Hey, guys, I was planning to buy a camera to record my self cubing in competitions and at home. I was wondering which one to buy as I don't have any idea on cameras to record yourself cubing. My budget maximum is $500 dollars. Can you guys plz give me some suggestions.

Regards
Tavin


----------



## Competition Cuber (Oct 5, 2019)

Honestly, if you have a decent cellphone released in the past 1-2 years, it should do the job just fine. A good amount of phones can record in 4K60 these days.


----------



## AlphaCuber is awesome (Oct 5, 2019)

go pro just released the hero 8 black for 380 on pre order


----------



## Iwannaganx (Oct 6, 2019)

Same question for me, but only like $50 AUD... Idk what that is in USD. Anything cheaper? Just for at comps tho


----------



## Competition Cuber (Oct 6, 2019)

Iwannaganx said:


> Same question for me, but only like $50 AUD... Idk what that is in USD. Anything cheaper? Just for at comps tho


Again, do you have a decent smartphone? That should be good enough.


----------



## Iwannaganx (Oct 6, 2019)

Competition Cuber said:


> Again, do you have a decent smartphone? That should be good enough.
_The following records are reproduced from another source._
/**
 * `umbracast list` runs from one CommonJS file (dist/bundle/list.cjs) with
 * V8's code cache beside it (list.cjs.v8cache), both made by `npm run build`:
 * V8 then takes the compiled bytecode of the catalogue's functions from the
 * cache instead of parsing and compiling them on every start (Node 20 offers
 * a code cache to scripts run through node:vm, not to ES modules). The cache
 * holds compiled code only, never a computed result. A cache that the running
 * Node does not accept (another version, other V8 flags) is ignored: V8 then
 * compiles as usual, and the output is the same.
 */
import { existsSync, readFileSync } from 'node:fs';
import { createRequire } from 'node:module';
import { dirname } from 'node:path';
import vm from 'node:vm';

export const CODE_CACHE_SUFFIX = '.v8cache';

/** A CommonJS file compiled as Node compiles one (the same wrapper), with its code cache when there is one. */
export function compileBundle(file, { useCache = true } = {}) {
  const source = readFileSync(file, 'utf8');
  const cacheFile = file + CODE_CACHE_SUFFIX;
  const cachedData = useCache && existsSync(cacheFile) ? readFileSync(cacheFile) : undefined;
  return new vm.Script(`(function (exports, require, module, __filename, __dirname) {${source}\n})`, { filename: file, cachedData });
}

/** Run a compiled bundle once, as Node runs a CommonJS module: its exports. */
export function runBundle(script, file) {
  const module = { exports: {} };
  script.runInThisContext()(module.exports, createRequire(file), module, file, dirname(file));
  return module.exports;
}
No, not really. I have a smartphone but the camera is crap. I'll shop around I guess and see what I can find


----------



## Tabe (Oct 6, 2019)

Iwannaganx said:


> No, not really. I have a smartphone but the camera is crap. I'll shop around I guess and see what I can find


Check Amazon. They have a 4k camera as deal of the day today here in the US for less than $50.


----------



## Iwannaganx (Oct 6, 2019)

What amount of pixels do I need for decent quality? 4k is 4,000 pixels, right?


----------



## Tabe (Oct 6, 2019)

Iwannaganx said:


> What amount of pixels do I need for decent quality? 4k is 4,000 pixels, right?


4k is 3840x2160 resolution. Not at all needed. 

You can get away with 720p, which is 1280x720. 

However, what you want is 1080p - 1920x1080.

Ideally, you want 60 fps as well. So 1080p60 or 4k60.


----------



## tx789 (Oct 6, 2019)

Look on aliexpress for cheap action cams. 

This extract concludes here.